Keenam, entah lari ke mana slogan seribu kawan kurang, ketika ia malah cenderung menciptakan permusuhan pada Jokowi dengan seluruh barisan pendukungnya. Ini tidak main-main, bukan semata satu lawan, namun puluhan juta yang akhirnya menjadi "lawan".
Belum lagi dengan kubu Moeldoko dan kawan-kawan. Berapa saja kader yang dipecat dan menjadi barisan sakit hati. Ini menjadi lawan lho, bukan hanya satu Pak Beye.

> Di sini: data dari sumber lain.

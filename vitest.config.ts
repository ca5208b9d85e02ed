import { defineConfig } from 'vitest/config'

// Three kinds of test, each its own project:
//   unit — pure modules in shared/ (no server, no browser)
//   integration — server modules against a temporary SQLite database (and a local SMTP server), no HTTP
//   api  — HTTP against the built server (started by scripts/test-server.ts)
//   e2e  — real Chromium (Debian's /usr/bin/chromium) against the same server
//   cluster — two built servers on one throw-away PostgreSQL (started by scripts/test-cluster.ts)
export default defineConfig({
  test: {
    projects: [
      {
        test: {
          name: 'unit',
          include: ['tests/unit/**/*.test.ts'],
          environment: 'node',
        },
      },
      {
        test: {
          name: 'integration',
          include: ['tests/integration/**/*.test.ts'],
          environment: 'node',
          testTimeout: 30_000,
          hookTimeout: 60_000,
          fileParallelism: false,
        },
      },
      {
        test: {
          name: 'api',
          include: ['tests/api/**/*.test.ts'],
          environment: 'node',
          testTimeout: 30_000,
          hookTimeout: 60_000,
          fileParallelism: false,
        },
      },
      {
        test: {
          name: 'cluster',
          include: ['tests/cluster/**/*.test.ts'],
          environment: 'node',
          testTimeout: 120_000,
          hookTimeout: 60_000,
          fileParallelism: false,
        },
      },
      {
        test: {
          name: 'e2e',
          include: ['tests/e2e/**/*.test.ts'],
          environment: 'node',
          testTimeout: 60_000,
          hookTimeout: 60_000,
          fileParallelism: false,
        },
      },
    ],
  },
})
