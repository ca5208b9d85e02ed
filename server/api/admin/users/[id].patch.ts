import { idParamSchema } from '#shared/schemas/common'
import { userUpdateSchema } from '#shared/schemas/user'
import { updateUser } from '#server/services/users/users'
import { requirePermission } from '#server/utils/access'
import { parseWith } from '#server/utils/validation'

/** Edit name, role and organization. */
export default defineEventHandler(async (event) => {
  const admin = await requirePermission(event, 'user:manage')
  const { id } = await getValidatedRouterParams(event, parseWith(idParamSchema))
  const input = await readValidatedBody(event, parseWith(userUpdateSchema))
  return await updateUser(admin, id, input)
})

Entah mengapa Pak Beye kog menjadi seperti itu, karena kata lagu Anang, separoh jiwaku pergi. Dampak yang demikian besar, tanpa Pak Beye antisipasi. Usai Ibu Ani meninggal terkena padai yang luar biasa, dan semua di luar kapasitas Pak Beye. Tampil penuh emosional, tidak terukur, dan menyerang sana-sini.
Ketujuh, sialnya lagi Pak Beye itu digantikan Jokowi yang pekerja keras, tidak kenal kompromi, dan apa yang dipilih itu bertolak belakang. Sama juga permainan jungkat-jungkit, satu naik, pasti yang lain turun. Ini kan cilaka 13 bagi Pak Beye. Padahal sejatinya hal yang biasa saja sih. Masalahnya adalah sifat baperannya itu.
Untungnya adalah Jokowi itu sabar dan tidak peduli dengan model serangan demikian. susah membayangkan jika sama-sama model baperan berabe. Negara tidak berjalan karena dua presidennya berkelahi dan bertikai berebut pengaruh. Â Kan ribet jika demikian.
Bagus untuk rakyat dengan gamblang menilai, pemimpin dan kepemimpinan seperti apa sih yang layak untuk ke depan. Keduanya menampilkan wajah yang bertolak belakang. Jadi bisa menjadi cermin, oh ini pemimpin yang pas untuk negara ini bisa menjadi negara besar.
Artikel ini tak hendak merendahkan Pak Beye dan meninggikan Pak Jokowi, namun  mengulik realitas yang ada. Fakta  dan data yang ada di depan mata.